## DESCRIPTION OF THE TASK:
Look in the material below for the line with "total = jnp.zeros(cotangent.shape[2])" and the line with "along.append(total)", then set down exactly those two lines and all lines between, nothing more.

── EXERCISE DATA ──

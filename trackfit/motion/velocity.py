"""The velocity field that an animal follows: climbing a preference, carried by the current.

    u(x, t) = grad h(x, t) + kappa c(x, t),      h = sum_j theta_j phi_j(x, t)

h is the preference surface (km^2/h), phi_j its basis functions, c the water's velocity (km/h) and
kappa the current drift. The field is linear in its amplitudes (theta, kappa), so a basis evaluated
once at a set of points serves every value of the amplitudes there.
"""

from __future__ import annotations

from dataclasses import dataclass
from functools import partial
from math import comb
from typing import NamedTuple

import jax
import jax.numpy as jnp
from jaxtyping import Array, Float

from trackfit.layers.splines import JET_ORDERS, JET_ROW, Spline, TimeBracket, jet_rows, spline_jet
from trackfit.motion.smooth import SmoothTerm

SOFTENING_KM = 1.0
"""A distance to a point is sqrt(r^2 + SOFTENING_KM^2): its gradient is smooth at the point."""


@partial(
    jax.tree_util.register_dataclass,
    data_fields=["spline", "centre", "scale"],
    meta_fields=["humped"],
)
@dataclass(frozen=True)
class LayerTerm:
    """Preference for a layer in z = (value - centre)/scale: z alone, or humped (z and z^2)."""

    spline: Spline
    centre: Float[Array, ""]
    scale: Float[Array, ""]
    humped: bool

    @property
    def n_amplitudes(self) -> int:
        """Amplitudes of the term: z, and z squared where humped."""
        return 2 if self.humped else 1

    @partial(jax.jit, static_argnames="order")
    def potential_jet(
        self,
        when: TimeBracket,
        x_km: Float[Array, " points"],
        y_km: Float[Array, " points"],
        order: int,
    ) -> Float[Array, "amplitudes rows points"]:
        """Jets of the basis functions z (and z^2) at points of the plane."""
        jet = spline_jet(self.spline, when, x_km, y_km, order)[0]
        z = jet.at[0].add(-self.centre) / self.scale
        return jnp.stack([z, square_jet(z)]) if self.humped else z[None]


@partial(jax.tree_util.register_dataclass, data_fields=["point_km"], meta_fields=[])
@dataclass(frozen=True)
class DistanceTerm:
    """Preference for the distance to a point, in km; a negative amplitude (km/h) pulls to it."""

    point_km: Float[Array, " 2"]

    @property
    def n_amplitudes(self) -> int:
        """One: the speed away from the point."""
        return 1

    @partial(jax.jit, static_argnames="order")
    def potential_jet(
        self,
        when: TimeBracket,
        x_km: Float[Array, " points"],
        y_km: Float[Array, " points"],
        order: int,
    ) -> Float[Array, "amplitudes rows points"]:
        """Jet of the softened distance at points of the plane."""
        del when
        dx, dy = x_km - self.point_km[0], y_km - self.point_km[1]
        zero, two = jnp.zeros_like(dx), jnp.full_like(dx, 2.0)
        rows = [dx**2 + dy**2 + SOFTENING_KM**2, 2 * dx, 2 * dy, two, zero, two] + [zero] * 9
        return square_root_jet(jnp.stack(rows[: jet_rows(order)]))[None]


Term = LayerTerm | SmoothTerm | DistanceTerm


@partial(jax.tree_util.register_dataclass, data_fields=["terms", "current"], meta_fields=[])
@dataclass(frozen=True)
class VelocityField:
    """The layers behind a velocity field: preference terms in order, then the current, if any."""

    terms: tuple[Term, ...]
    current: Spline | None

    @property
    def n_amplitudes(self) -> int:
        """Length of the amplitude vector: preference amplitudes in order, then kappa."""
        return sum(term.n_amplitudes for term in self.terms) + (self.current is not None)


class FieldTimes(NamedTuple):
    """Time brackets of a set of moments: one for each term, and one for the current."""

    terms: tuple[TimeBracket, ...]
    current: TimeBracket | None


class Basis(NamedTuple):
    """Basis of the velocity field at points: jets of every term's potentials and of the current.

    The velocity's derivatives up to order n need the potentials' up to n + 1 and the current's up
    to n.
    """

    potential: tuple[Float[Array, "amplitudes rows points"], ...]
    current: Float[Array, "2 current_rows points"] | None


def evaluate_basis(
    field: VelocityField,
    times: FieldTimes,
    x_km: Float[Array, " points"],
    y_km: Float[Array, " points"],
    order: int,
) -> Basis:
    """Evaluate what the velocity's derivatives up to `order` need, at points of the plane.

    One compiled call a layer: together they run at half the speed.
    """
    potential = tuple(
        term.potential_jet(when, x_km, y_km, order + 1)
        for term, when in zip(field.terms, times.terms, strict=True)
    )
    if field.current is None or times.current is None:
        return Basis(potential, None)
    return Basis(potential, spline_jet(field.current, times.current, x_km, y_km, order))


def velocity_jet(
    amplitudes: Float[Array, " amplitudes"], basis: Basis, points: int, order: int
) -> Float[Array, "2 rows points"]:
    """Combine a basis into the velocity (km/h) and its derivatives up to `order`.

    Row order is `JET_ORDERS`, for each of the two components.
    """
    parts = [jet for jets in basis.potential for jet in jets]
    components = []
    for along in ((1, 0), (0, 1)):
        rows = []
        for a, b in JET_ORDERS[: jet_rows(order)]:
            row = JET_ROW[a + along[0], b + along[1]]
            total = jnp.zeros(points)
            for amplitude, jet in zip(amplitudes, parts, strict=False):
                total = total + amplitude * jet[row]
            if basis.current is not None:
                total = total + amplitudes[len(parts)] * basis.current[along[1], JET_ROW[a, b]]
            rows.append(total)
        components.append(jnp.stack(rows))
    return jnp.stack(components)


def amplitude_gradient(
    cotangent: Float[Array, "2 rows points"], basis: Basis
) -> Float[Array, " amplitudes"]:
    """Adjoint of `velocity_jet` in the amplitudes, from the gradient in the field's rows."""
    rows = cotangent.shape[1]
    surface: dict[int, Array] = {}
    for component, along in zip(cotangent, ((1, 0), (0, 1)), strict=True):
        for (a, b), value in zip(JET_ORDERS[:rows], component, strict=True):
            row = JET_ROW[a + along[0], b + along[1]]
            surface[row] = surface[row] + value if row in surface else value
    packed = jnp.stack([surface[row] for row in sorted(surface)])
    packed, cotangent = jax.lax.optimization_barrier((packed, cotangent))
    result = [
        jnp.vdot(packed, jet[1 : len(surface) + 1]) for jets in basis.potential for jet in jets
    ]
    if basis.current is not None:
        result.append(jnp.vdot(cotangent, basis.current[:, :rows]))
    return jnp.stack(result) if result else jnp.zeros(0)


def shift_gradient(
    cotangent: Float[Array, "2 rows points"], field: Float[Array, "2 more_rows points"]
) -> Float[Array, "2 points"]:
    """Gradient in the positions from the one in the field's rows; `field` has one order more."""
    orders = JET_ORDERS[: cotangent.shape[1]]
    along = []
    for da, db in ((1, 0), (0, 1)):
        total = jnp.zeros(cotangent.shape[2])
        for component in range(2):
            for row, (a, b) in enumerate(orders):
                total = (
                    total + cotangent[component, row] * field[component, JET_ROW[a + da, b + db]]
                )
        along.append(total)
    return jnp.stack(along)


def square_jet(f: Float[Array, "rows points"]) -> Float[Array, "rows points"]:
    """Jet of f^2 by the Leibniz rule: (f f)_ab = sum_ij C(a,i) C(b,j) f_ij f_(a-i)(b-j)."""
    return jnp.stack([_leibniz(f, a, b) for a, b in JET_ORDERS[: len(f)]])


def square_root_jet(q: Float[Array, "rows points"]) -> Float[Array, "rows points"]:
    """Jet of d = sqrt(q): the Leibniz rule for d d = q, solved for the highest derivative.

    2 d d_ab = q_ab - (the terms of (d d)_ab that hold lower derivatives only).
    """
    rows: dict[tuple[int, int], Array] = {(0, 0): jnp.sqrt(q[0])}
    for a, b in JET_ORDERS[1 : len(q)]:
        lower = sum(
            comb(a, i) * comb(b, j) * rows[i, j] * rows[a - i, b - j]
            for i in range(a + 1)
            for j in range(b + 1)
            if 0 < i + j < a + b
        )
        rows[a, b] = (q[JET_ROW[a, b]] - lower) / (2.0 * rows[0, 0])
    return jnp.stack([rows[orders] for orders in JET_ORDERS[: len(q)]])


def _leibniz(f: Float[Array, "rows points"], a: int, b: int) -> Array:
    total = jnp.zeros_like(f[0])
    for i in range(a + 1):
        for j in range(b + 1):
            factor = float(comb(a, i) * comb(b, j))
            total = total + factor * f[JET_ROW[i, j]] * f[JET_ROW[a - i, b - j]]
    return total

───

## ANSWER TO THIS EXERCISE:
        total = jnp.zeros(cotangent.shape[2])
        for component in range(2):
            for row, (a, b) in enumerate(orders):
                total = (
                    total + cotangent[component, row] * field[component, JET_ROW[a + da, b + db]]
                )
        along.append(total)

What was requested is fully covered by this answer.